La música se nos presenta de manera ubicua en la vida cotidiana. Ya sea en los restaurantes, supermercados, centros comerciales, centros de trabajo, medios de transporte, etc. La realidad es que hay que hacer un esfuerzo sobrehumano para poder pasar una jornada entera sin oír música. La escuchamos y no la escuchamos; prestamos atención unos segundos para después obviarla. Es una música que no tiene principio ni fin porque se percibe de forma fragmentaria y, por lo mismo, pierde el dinamismo temporal característico de cualquier música a la que se le ponga atención. Así escuchada es un adorno del espacio sonoro que nos rodea, y por eso es llamada música ambiental o de fondo. La música tradicional de los restaurantes de comida china que pareciera volver más auténtica nuestra experiencia gastronómica es un buen ejemplo o la música electrónica en tiendas de ropa que predispone al cliente a un ánimo de fiesta es otro. Lo que tienen de común los ejemplos mencionados es que aquel que programa esta música, como dice Josep Martí, tiene la intención de que dicha música sea un accesorio de otra actividad. De esta manera, poner música en la computadora mientras trabajamos es poner música de fondo. Ponernos un ipod en los oídos mientras vamos de camino al trabajo o hacemos ejercicio es programar música de fondo. Si se piensa en profundidad, resulta que son pocas las ocasiones en las que escuchamos música con atención y, más sorprendente aún, cuando es así, es dentro de un medio ritualizado como lo es el del concierto.

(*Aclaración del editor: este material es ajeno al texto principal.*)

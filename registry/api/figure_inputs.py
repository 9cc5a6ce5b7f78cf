"""Reading the quantities a figure call is given: floats in canonical units as they are,
texts through the unit registry (loaded only then), rate points as texts or tuples.

Errors name the field (``dnu '30 Hz': … give the field it was measured at (dnu_field …)``),
never a CLI flag.
"""

from __future__ import annotations

from collections.abc import Mapping, Sequence
from typing import Any

from registry.errors import UsageError

#: a rate point given by a caller: ``"T, k"`` / ``"T; k; σk"`` text, or (T/K, k/s⁻¹[, σk/s⁻¹])
RatePointInput = str | Sequence[float | None]


def read_points(
    points: Sequence[RatePointInput],
) -> tuple[list[float], list[float], list[float | None]]:
    """Texts through the rate-point reader (units), tuples as K and s⁻¹; σk for all or none."""
    t: list[float] = []
    k: list[float] = []
    errs: list[float | None] = []
    for i, point in enumerate(points, start=1):
        if isinstance(point, str):
            from registry.kinetics.rate_table import parse_point

            ti, ki, ei = parse_point(point, field=f"points[{i}]")
        else:
            values = list(point)
            if len(values) not in (2, 3):
                raise UsageError(f"points[{i}] {point!r}: give (T in K, k in s⁻¹) or (T, k, σk)")
            ti, ki = float(values[0]), float(values[1])  # type: ignore[arg-type]
            ei = float(values[2]) if len(values) == 3 and values[2] is not None else None
        t.append(ti)
        k.append(ki)
        errs.append(ei)
    if len(t) < 2:
        raise UsageError(f"points: {len(t)} rate point(s); an Eyring plot needs at least 2")
    if any(e is None for e in errs) and not all(e is None for e in errs):
        raise UsageError("points: σk is given for some points but not all; give all or none")
    return t, k, errs


def number(
    value: float | str, quantity: str, name: str, *, default_unit: str | None = None
) -> tuple[float, float | None]:
    """A float (canonical unit) as is; a text read by the unit registry. (value, error)."""
    if isinstance(value, bool):
        raise UsageError(f"{name} {value!r}: give a number or a text with a unit")
    if isinstance(value, (int, float)):
        return float(value), None
    if not isinstance(value, str):
        raise UsageError(f"{name} {value!r}: give a number or a text with a unit")
    from registry.record.units import parse_value

    parsed = parse_value(value, quantity, field=name, default_unit=default_unit)
    return parsed.value, parsed.error


def barrier_and_shift(
    own: Mapping[str, Any],
    barrier: float | str | None,
    dnu: float | str | None,
    dnu_field: float | str | None,
    j: float | str | None,
) -> tuple[float, float | None, float, float]:
    """ΔG‡ (and its error), Δν in ppm and J in Hz: as given, else the measurement's."""
    dg, dg_err = own.get("dg_kj_mol"), own.get("dg_err_kj_mol")
    if barrier is not None:
        dg, dg_err = number(barrier, "energy", "barrier")
    dnu_ppm = shift_in_ppm(dnu, dnu_field) if dnu is not None else own.get("dnu_ppm")
    j_hz = number(j, "frequency", "j", default_unit="Hz")[0] if j is not None else None
    if dg is None:
        raise UsageError("barrier: give ΔG‡, or a measurement with a stored ΔG‡")
    if dnu_ppm is None:
        raise UsageError("dnu: give Δν, or a measurement with a stored coalescence Δν and field")
    return (
        float(dg),
        dg_err,
        float(dnu_ppm),
        float(j_hz if j_hz is not None else own.get("j_hz") or 0.0),
    )


def shift_in_ppm(dnu: float | str, dnu_field: float | str | None) -> float:
    """Δν in ppm; a frequency needs the field it was measured at (Δν in Hz scales with field)."""
    if isinstance(dnu, (int, float)) and not isinstance(dnu, bool):
        if dnu <= 0:
            raise UsageError(f"dnu {dnu!r}: Δν must be > 0 (ppm)")
        return float(dnu)
    if not isinstance(dnu, str):
        raise UsageError(f"dnu {dnu!r}: give Δν in ppm or a text with a unit")
    from registry.record.units import parse_value

    # read at a nominal 1 MHz: a value in ppm comes back as Hz per MHz, i.e. in ppm
    parsed = parse_value(dnu, "shift", field="dnu", spectrometer_mhz=1.0)
    if parsed.unit.strip().lower() == "ppm":
        return parsed.value
    if dnu_field is None:
        raise UsageError(
            f"dnu {dnu!r}: a Δν in Hz holds at one field only; give the field it was measured"
            " at (dnu_field, e.g. '400 MHz') or Δν in ppm"
        )
    field_mhz = number(dnu_field, "field", "dnu_field", default_unit="MHz")[0]
    if field_mhz <= 0:
        raise UsageError(f"dnu_field {dnu_field!r}: the field must be > 0")
    return parsed.value / field_mhz
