"""Measurements: add, show, list, edit, retract, rate points, history."""

from __future__ import annotations

import json
from collections.abc import Iterator, Mapping, Sequence
from contextlib import contextmanager
from typing import TYPE_CHECKING, Any

from registry.api.registry import actor_name
from registry.errors import FluxledgerError, NotFoundError, UnitError, UsageError
from registry.record.ids import as_id, as_ids
from registry.storage.connection import Connection, utc
from registry.storage.database import Database

if TYPE_CHECKING:  # imported lazily at run time: units (pint) and RDKit are slow to load
    from registry.record.entry import EntryInput, NormalizedEntry
    from registry.storage.writer import WriteResult
    from registry.validation import CheckReport


def _entry(entry: EntryInput | Mapping[str, Any]) -> EntryInput:
    from registry.record.entry import EntryInput

    if isinstance(entry, EntryInput):
        return entry
    return EntryInput(**dict(entry))


def add_measurement(
    database: Database,
    entry: EntryInput | Mapping[str, Any],
    *,
    actor: str | None = None,
    check: bool = True,
) -> int:
    """Add one measurement (and its compound/process if new), check it; returns its id.

    ``entry`` is an :class:`EntryInput` or a mapping of its fields (texts as reported, units
    in any usual notation). The write is one transaction of its own. The validation rules then
    run on the new row, so its findings are stored (``get_measurement(...)["findings"]``) — at
    once, or, inside :func:`deferred_checks`, once for all the rows added there when the block
    ends. ``check=False`` skips the check. The status is ``draft`` or ``reviewed``; the check
    sets ``flagged`` itself when it leaves an error finding open, so an entry cannot ask for it.
    """
    from registry.record.chem import structure_for
    from registry.storage.writer import cached_process_kinds, known_process_kinds, write_entries

    entry = _entry(entry)
    kinds = cached_process_kinds(database.key)
    normalized = None
    if kinds is not None:
        try:
            normalized = _normalized(entry, kinds)
        except FluxledgerError:  # perhaps a spelling someone stored since: read the registry's
            normalized = None
    if normalized is None:
        with database.read() as conn:
            kinds = known_process_kinds(conn)
        normalized = _normalized(entry, kinds)
    if normalized.measurement.get("status") == "flagged":
        raise UsageError(
            "status: 'flagged' is set by the checks while an error finding is open; "
            "add the measurement as draft or reviewed"
        )
    structure = structure_for(normalized.compound.get("smiles_input"))
    who = actor_name(actor)

    def work(conn: Connection) -> WriteResult:
        # the kinds were read before the lock; if someone added one since, normalize again
        current = known_process_kinds(conn)
        ready = normalized if current == kinds else _normalized(entry, current)
        return write_entries(conn, [ready], [structure], actor=who, extras=[entry.extra or None])

    result = database.write(work)
    if check and database.deferred_checks is not None:
        database.deferred_checks.extend(result.measurement_ids)
    elif check:
        from registry.validation import check_measurements

        check_measurements(database, result.measurement_ids, actor=who)
    return result.measurement_ids[0]


class DeferredChecks:
    """What a :func:`deferred_checks` block added, and the report of its one check."""

    def __init__(self) -> None:
        self.ids: list[int] = []
        self.report: CheckReport | None = None
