"""Tables for a paper's supporting information: one library call per ``fluxledger si-table``.

The paper table itself (values with lettered condition footnotes) is written by
:func:`registry.api.export_measurements` to a ``.tex`` or ``.md`` file.
"""

from __future__ import annotations

from collections.abc import Sequence
from pathlib import Path
from typing import TYPE_CHECKING, Any

if TYPE_CHECKING:
    from registry.storage.database import Database


def export_si_table(
    database: Database,
    out: str | Path,
    *,
    format: str | None = None,
    energy_unit: str = "kJ/mol",
    uncertainty: str = "paren",
    caption: str | None = None,
    include_flagged: bool = False,
    columns: Sequence[str] = (),
    **filters: Any,
) -> dict[str, Any]:
    """Write the measurements the filters select (the keywords of
    :func:`registry.api.list_measurements`) as a supporting-information table: for each, the
    ΔG‡, ΔH‡ and ΔS‡ as reported and normalised (in ``energy_unit``), the method and solvent
    (normalised: ``DMSO-D6`` and ``DMSO-d6`` are one solvent), the temperature of the ΔG‡ and
    the reference. ``format`` latex, markdown or xlsx (default: the suffix .tex, .md, .xlsx);
    the workbook has one column per quantity, its unit in the header, numbers as numbers.
    Flagged measurements are left out unless ``include_flagged`` (then marked). ``columns``
    adds the group's own columns kept with each measurement (operator, notebook page …).
    ``out`` is checked first and written whole or not at all. Returns what was written."""
    from registry.reports.table_file import export_si_table as write

    return write(
        database, out, format, energy_unit=energy_unit, uncertainty=uncertainty,
        caption=caption, include_flagged=include_flagged, columns=tuple(columns), **filters,
    )  # fmt: skip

Si bien es cierto que nunca en la historia habíamos tenido tan fácil acceso a la música, también es cierto que, al darla por hecho y quitarle lo particular a esta experiencia, la hemos transformado en un artefacto para embellecer nuestros espacios sonoros y, muchas veces, aislarnos del ruido cotidiano, de la interacción con otras personas y retraernos en nuestro mundo íntimo. Pareciera que la música y sus poderes de sugestión emocional nos han ayudado a resguardarnos de la violencia sonora inherente a todas las grandes urbes y ayudado a personalizar nuestro espacio, como queriendo llevar nuestro hogar a cuestas.

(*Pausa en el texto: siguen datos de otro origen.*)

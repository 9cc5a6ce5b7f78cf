"""Reading and converting single values as chemists write them (``14.2(3) kcal/mol``, ``-12 °C``,
``0.045 ppm`` at a field), for callers that take quantities as text: notebooks and the CLI.

Every conversion goes through the one unit registry (:mod:`registry.record.units`, pint).
"""

from __future__ import annotations

from typing import TYPE_CHECKING

if TYPE_CHECKING:
    from registry.record.units import ParsedValue

#: the quantity kinds a value can be read as, and the canonical unit each is stored in
QUANTITIES = (
    "energy",
    "temperature",
    "temperature_difference",
    "entropy",
    "frequency",
    "shift",
    "rate",
    "field",
    "time",
    "dimensionless",
)


def read_value(
    text: str,
    quantity: str,
    *,
    field: str = "value",
    default_unit: str | None = None,
    spectrometer_mhz: float | None = None,
) -> ParsedValue:
    """``text`` read as ``quantity``: the value (and its uncertainty) in the canonical unit,
    the text as written and the unit it was written in. A text without a unit needs
    ``default_unit``; ppm needs ``spectrometer_mhz``. Errors name ``field`` and the text."""
    from registry.record.units import parse_value

    return parse_value(
        text, quantity, field=field, default_unit=default_unit, spectrometer_mhz=spectrometer_mhz
    )


def convert(value: float, from_unit: str, to_unit: str) -> float:
    """A plain float from one unit to another (offset temperatures allowed)."""
    from registry.record.units import convert as run

    return run(value, from_unit, to_unit)


def canonical_unit(quantity: str) -> str:
    """The unit values of ``quantity`` are stored in (``energy`` → ``kJ/mol``)."""
    from registry.record.units import CANONICAL_LABEL

    return CANONICAL_LABEL[quantity]


def spreadsheet_safe(value: object) -> object:
    """A cell value as it may leave for a spreadsheet: text that a spreadsheet would evaluate
    as a formula gets a guarding apostrophe (which the importer takes off again); numbers and
    empty values pass as they are."""
    if not isinstance(value, str):
        return value
    from registry.io.cells import neutralise

    return neutralise(value)
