def test_eyring_from_points_texts_tuples_and_a_file_agree(tmp_path: Path) -> None:
    texts = [f"{t - 273.15:.2f} °C, {eyring_k(t):.10g} s-1" for t in TEMPS_K]
    tuples = [(t, eyring_k(t)) for t in TEMPS_K]
    table = tmp_path / "rates.csv"
    table.write_text(
        "T (K),k (s-1)\n" + "".join(f"{t},{eyring_k(t):.10g}\n" for t in TEMPS_K), encoding="utf-8"
    )
    from_texts = api.plot_eyring(points=texts, out=tmp_path / "a.svg", t_ref="25 °C")
    from_tuples = api.plot_eyring(points=tuples, out=tmp_path / "b.svg", t_ref=298.15)
    from_file = api.plot_eyring(file=table, out=tmp_path / "c.svg", energy_unit="kcal/mol")
    for drawn in (from_texts, from_tuples, from_file):
        assert drawn.summary.dh_kj_mol == pytest.approx(DH_KJ_MOL, abs=1e-5)
        assert drawn.summary.dg_ref_kj_mol == pytest.approx(66.3852, abs=1e-4)
    assert from_texts.source == "points" and from_file.source == str(table)
    assert from_file.title == "rates.csv"
    # kcal/mol on the figure: the thermochemical calorie, 4.184 J (NIST SP 811 (2008) B.8)
    shown = re.match(r"ΔH‡ = ([\d.]+) ± [\d.]+ kcal/mol$", from_file.lines[0])
    assert shown and float(shown.group(1)) == pytest.approx(DH_KJ_MOL / 4.184, rel=1e-9)
    assert "kcal/mol" in (tmp_path / "c.svg").read_text(encoding="utf-8")


def test_eyring_with_k_errors_weights_the_fit(tmp_path: Path) -> None:
    # σ_k = 5 % of k on every point: a weighted fit whose band uses z(0.975) (normal quantile)
    points = [(t, eyring_k(t), 0.05 * eyring_k(t)) for t in TEMPS_K]
    drawn = api.plot_eyring(points=points, out=tmp_path / "w.svg")
    assert drawn.summary.band
    assert drawn.summary.dh_kj_mol == pytest.approx(DH_KJ_MOL, abs=1e-6)
    # σ(ΔH‡) = R·σ(slope), σ(slope)² = 1/Σw(x − x̄_w)² with w = 1/σ_y², σ_y = σ_k/k = 0.05
    x = 1.0 / np.array(TEMPS_K)
    sxx = float(((x - x.mean()) ** 2).sum()) / 0.05**2
    assert drawn.summary.dh_err_kj_mol == pytest.approx(codata.R * math.sqrt(1 / sxx) / 1e3)


@pytest.mark.parametrize(
    ("kwargs", "message"),
    [
        ({}, "give one source of rate points: measurement_id, points or file"),
        (
            {"measurement_id": 1, "points": ["300 K, 1 s-1", "310 K, 2 s-1"]},
            "give one source of rate points: measurement_id, points or file "
            "(got measurement_id, points)",
        ),
        ({"measurement_id": 1}, "measurement_id 1: needs an open registry (database)"),
        ({"points": ["300 K, 1 s-1"]}, "points: 1 rate point(s); an Eyring plot needs at least 2"),
        (
            {"points": [(300.0, 1.0, 0.1), (310.0, 2.0)]},
            "points: σk is given for some points but not all; give all or none",
        ),
        ({"points": [(300.0,), (310.0, 2.0)]}, "points[1] (300.0,): give (T in K, k in s⁻¹)"),
        (
            {"points": [(300.0, 1.0), (310.0, 2.0)], "sheet": "Sheet1"},
            "sheet: applies to a spreadsheet file only",
        ),
        (
            {"points": [(300.0, 1.0), (310.0, 2.0)], "energy_unit": "eV"},
            "energy_unit 'eV': use kJ/mol or kcal/mol",
        ),
    ],
)
def test_eyring_bad_calls_are_usage_errors(tmp_path: Path, kwargs, message) -> None:  # type: ignore[no-untyped-def]
    out = tmp_path / "x.png"
    with pytest.raises(UsageError) as caught:
        api.plot_eyring(out=out, **kwargs)
    assert str(caught.value).startswith(message)
    assert not out.exists()


def test_eyring_output_is_checked_before_any_work(database, tmp_path: Path) -> None:  # type: ignore[no-untyped-def]
    mid = _with_rates(database)
    with pytest.raises(UsageError, match=r"x\.jpg: write a \.png, \.svg or \.pdf file"):
        api.plot_eyring(database, measurement_id=mid, out=tmp_path / "x.jpg")
    missing = tmp_path / "no-such-folder" / "x.png"
    with pytest.raises(UsageError, match=r"folder .*no-such-folder does not exist"):
        api.plot_eyring(database, measurement_id=mid, out=missing)
    # the output is checked first: a bad suffix wins over a measurement that does not exist
    with pytest.raises(UsageError, match=r"write a \.png, \.svg or \.pdf"):
        api.plot_eyring(database, measurement_id=999, out=tmp_path / "x.gif")


def test_eyring_data_problems(database, tmp_path: Path) -> None:  # type: ignore[no-untyped-def]
    out = tmp_path / "x.svg"
    with pytest.raises(NotFoundError, match="no measurement with id 999"):
        api.plot_eyring(database, measurement_id=999, out=out)
    one = _with_rates(database, temps=(300.0,), label="DEMO-E2")
    with pytest.raises(UsageError, match=f"measurement {one} has 1 rate point"):
        api.plot_eyring(database, measurement_id=one, out=out)
    with pytest.raises(NotFoundError, match=r"no-such\.csv: no such file"):
        api.plot_eyring(file=tmp_path / "no-such.csv", out=out)
    with pytest.raises(UnitError, match=r"^t_ref: cannot read 'warm'"):
        api.plot_eyring(points=[(300.0, 1.0), (310.0, 2.0)], out=out, t_ref="warm")
    with pytest.raises(FluxledgerError):  # k must be > 0: the kinetics engine refuses it
        api.plot_eyring(points=[(300.0, -1.0), (310.0, 2.0)], out=out)
    assert not out.exists()


# ---------------------------------------------------------------- coalescence


def _tc_check(tc_k: float, dnu_hz: float, dg_kj_mol: float) -> None:
    """At Tc the Eyring rate equals k_c = π·Δν/√2 (Gutowsky and Holm, J. Chem. Phys. 25, 1228
    (1956))."""
    k_eyring = codata.k * tc_k / codata.h * math.exp(-dg_kj_mol * 1000.0 / (codata.R * tc_k))
    assert k_eyring == pytest.approx(math.pi * dnu_hz / math.sqrt(2.0), rel=1e-8)


def test_coalescence_without_a_registry(tmp_path: Path) -> None:
    drawn = api.plot_coalescence(out=tmp_path / "c.png", barrier=65.0, dnu=0.25)
    assert (tmp_path / "c.png").read_bytes().startswith(PNG_MAGIC)
    assert drawn.field_range_mhz == (60.0, 1000.0)
    by_field = {p["field_mhz"]: p for p in drawn.predicted}
    assert sorted(by_field) == [300.0, 400.0, 500.0, 600.0, 800.0]
    for f, p in by_field.items():
        _tc_check(p["tc_k"], 0.25 * f, 65.0)  # Δν(Hz) = Δν(ppm)·field(MHz)
        assert p["tc_c"] == pytest.approx(p["tc_k"] - 273.15)
    assert drawn.tc_range_k[0] < by_field[300.0]["tc_k"] < drawn.tc_range_k[1]
    assert drawn.observed == () and drawn.solvent is None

Después del arte ready-made de Marcel Duchamp, como lo expone Yves Michaud,[1] vivimos en un mundo donde la estética ha ganado y dónde todos los objetos tienen que ser bellos, desde la lata de sopa de Andy Warhol hasta la computadora Mac. También ahora lo que escuchamos tiene que ser bello, y qué mejor manera para hacer esto que atiborrarnos de música ahí dónde vayamos. La consecuencia de esto, según lo denuncia Annie Le Brun,[2] es que ya hemos perdido la capacidad de la imaginación y de la oscuridad. Si todo objeto puede ser reconocido como arte, es decir que puede ser estetizado, la realidad se transforma en el imaginario, y viceversa. Y no solo eso, yo añadiría que otro problema es que, si se pierde la particularidad de la obra de arte, cada obra artística puede ser equiparada e igualada a otra, porque, como lo dice Michaud, lo que cuenta no es el objeto particular sino la experiencia estética que este causa. En este sentido, la categoría de género resurge de las profundidades para transformarse en realidad: Brahms, Bach y Mozart son lo mismo porque son música clásica, así como un cuadro de Monet es intercambiable por uno de Renoir o Manet porque son pintores impresionistas. No me sorprende entonces que la mayoría de los grupos de música comercial (incluidos los indie) suenen iguales entre sí y que no nos demos cuenta. La misma posibilidad que tengo de englobarlos en una etiqueta particular y que sean reconocidos es ejemplo de esto. Algo similar pasa con muchos de los compositores de música contemporánea de concierto donde, en el afán vanguardista, componen un ruido intercambiable por otro. Por suerte la música tiene todavía la ventaja escénica, que dentro del ritual del concierto particulariza la obra artística y la experiencia estética.